## [YOUR OBJECTIVE]
The stretch wanted below opens at the line containing "this.variance = Math.max(sigma, NOISE_FLOOR)" and closes at the line containing "can explain. */". Please return it exactly, with no other lines.

(Stored dataset items)
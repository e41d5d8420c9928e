import { chiSquareQuantile, chiSquareTail, nestedTail } from './probability.ts';

/** Standard deviation, rad, below which nothing is decided: rounding of single precision, of tables, of plain doubles. */
export const NOISE_FLOOR = 1e-6;

/** A statement of noise may be this much too low. */
const UNDERSTATED = 1.2;
/** How rare, in standard deviations of a normal variable, a residual must be before a hypothesis is given up. */
const RESIDUAL_RARITY = 5;
/** Chance that a parameter which is not there earns a place. */
const UNEARNED = 1e-7;

/**
 * Decides on residuals.
 *
 * A hypothesis is judged against the noise as stated, never against another hypothesis: some readings shrink the noise
 * (a half angle halves it, degrees read as radians multiply it), others only rearrange it, so that their χ² differ by
 * about 2√N for no reason. Within one hypothesis the models are nested and the fits comparable: a parameter is freed
 * only where the residual without it is worse than chance allows, by the noise as stated and by the noise as found.
 */
export class Criteria {
  /** Variance of a component of the error rotation vector, rad². */
  readonly variance: number;
  readonly #floor: number;

  constructor(sigma: number, extraVariance = 0) {
    this.variance = Math.max(sigma, NOISE_FLOOR) ** 2 + extraVariance;
    this.#floor = NOISE_FLOOR ** 2 + extraVariance;
  }

  withExtra(variance: number): Criteria {
    return variance === 0 ? this : new Criteria(Math.sqrt(this.variance), variance);
  }

  /** Largest Σ |r|² over `count` samples that the stated noise can explain. */
  largest(count: number): number {
    return UNDERSTATED ** 2 * this.variance * chiSquareQuantile(3 * count, RESIDUAL_RARITY);
  }

  fits(squaredError: number, count: number): boolean {
    return squaredError <= this.largest(count);
  }

  /**
   * Whether parameters have earned their place.
   * @param gain - how much Σ |r|² falls by them. @param left - what is left of it with all `freed` of them.
   * @param k - how many parameters are in question. @param freed - how many are free in all.
   */
  earned(gain: number, left: number, count: number, k: number, freed: number): boolean {
    if (k === 0 || gain <= 0) return false;
    if (chiSquareTail(gain / (UNDERSTATED ** 2 * this.variance), k) < UNEARNED) return true;
    const freedom = 3 * count - freed;
    if (freedom <= 0) return false;
    const floor = Math.max(left, freedom * this.#floor);
    return nestedTail(floor, floor + gain, k, freedom) < UNEARNED;
  }

  /** Variance as found, between the floor and what was stated. */
  found(left: number, count: number, freed: number): number {
    const freedom = 3 * count - freed;
    return freedom <= 0 ? this.variance : Math.min(this.variance, Math.max(this.#floor, left / freedom));
  }
}
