import { writeRotation } from '../lattice/rotation-of-quaternion.ts';
import { dominantEigenvector } from './small-matrix.ts';

const k4 = new Float64Array(16);

/** The rotation R that makes Σ G[k,l] R[k,l] largest: Davenport's eigenvector, so a reflection never comes out. */
export function bestRotation(g: ArrayLike<number>): Float64Array {
  const trace = g[0]! + g[4]! + g[8]!;
  const u = [g[7]! - g[5]!, g[2]! - g[6]!, g[3]! - g[1]!];
  k4[0] = trace;
  for (let i = 0; i < 3; i++) {
    k4[i + 1] = k4[4 * (i + 1)] = u[i]!;
    for (let j = 0; j < 3; j++) k4[4 * (i + 1) + j + 1] = g[3 * i + j]! + g[3 * j + i]! - (i === j ? trace : 0);
  }
  const q = dominantEigenvector(k4, 4);
  const out = new Float64Array(9);
  writeRotation(q[0]!, q[1]!, q[2]!, q[3]!, out, 0);
  return out;
}

export const dot9 = (a: ArrayLike<number>, b: ArrayLike<number>): number => {
  let sum = 0;
  for (let k = 0; k < 9; k++) sum += a[k]! * b[k]!;
  return sum;
};
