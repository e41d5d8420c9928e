import { queryOptions, useMutation, useQueryClient } from '@tanstack/react-query';
import { client, dataOf } from '../../../lib/api-client.ts';
import type { components } from '../../../lib/contract.gen.ts';

export type HistoryRecord = components['schemas']['HistoryRecord'];
type ConvertInput = components['schemas']['ConvertInput'];

export const historyRecordQuery = (id: string) => queryOptions({
  queryKey: ['history', 'record', id],
  queryFn: ({ signal }) => dataOf(client.GET('/history/{id}', { params: { path: { id } }, signal })),
  // What was recorded does not change.
  staleTime: Infinity,
});

/** Sends a stored conversion again, as it was, in the name of whoever is signed in; the answer's request id and count. */
export function useSendAgain() {
  const queries = useQueryClient();
  return useMutation({
    mutationFn: async (text: string): Promise<{ requestId: string; attitudes: number }> => {
      const { data, response } = await client.POST('/convert', { body: JSON.parse(text) as ConvertInput });
      return { requestId: response.headers.get('x-request-id') ?? '', attitudes: (data as components['schemas']['ConvertOutput']).attitudes.length };
    },
    onSettled: () => queries.invalidateQueries({ queryKey: ['history'] }),
  });
}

## [ANSWER TO THIS PROBLEM]
    this.variance = Math.max(sigma, NOISE_FLOOR) ** 2 + extraVariance;
    this.#floor = NOISE_FLOOR ** 2 + extraVariance;
  }

  withExtra(variance: number): Criteria {
    return variance === 0 ? this : new Criteria(Math.sqrt(this.variance), variance);
  }

  /** Largest Σ |r|² over `count` samples that the stated noise can explain. */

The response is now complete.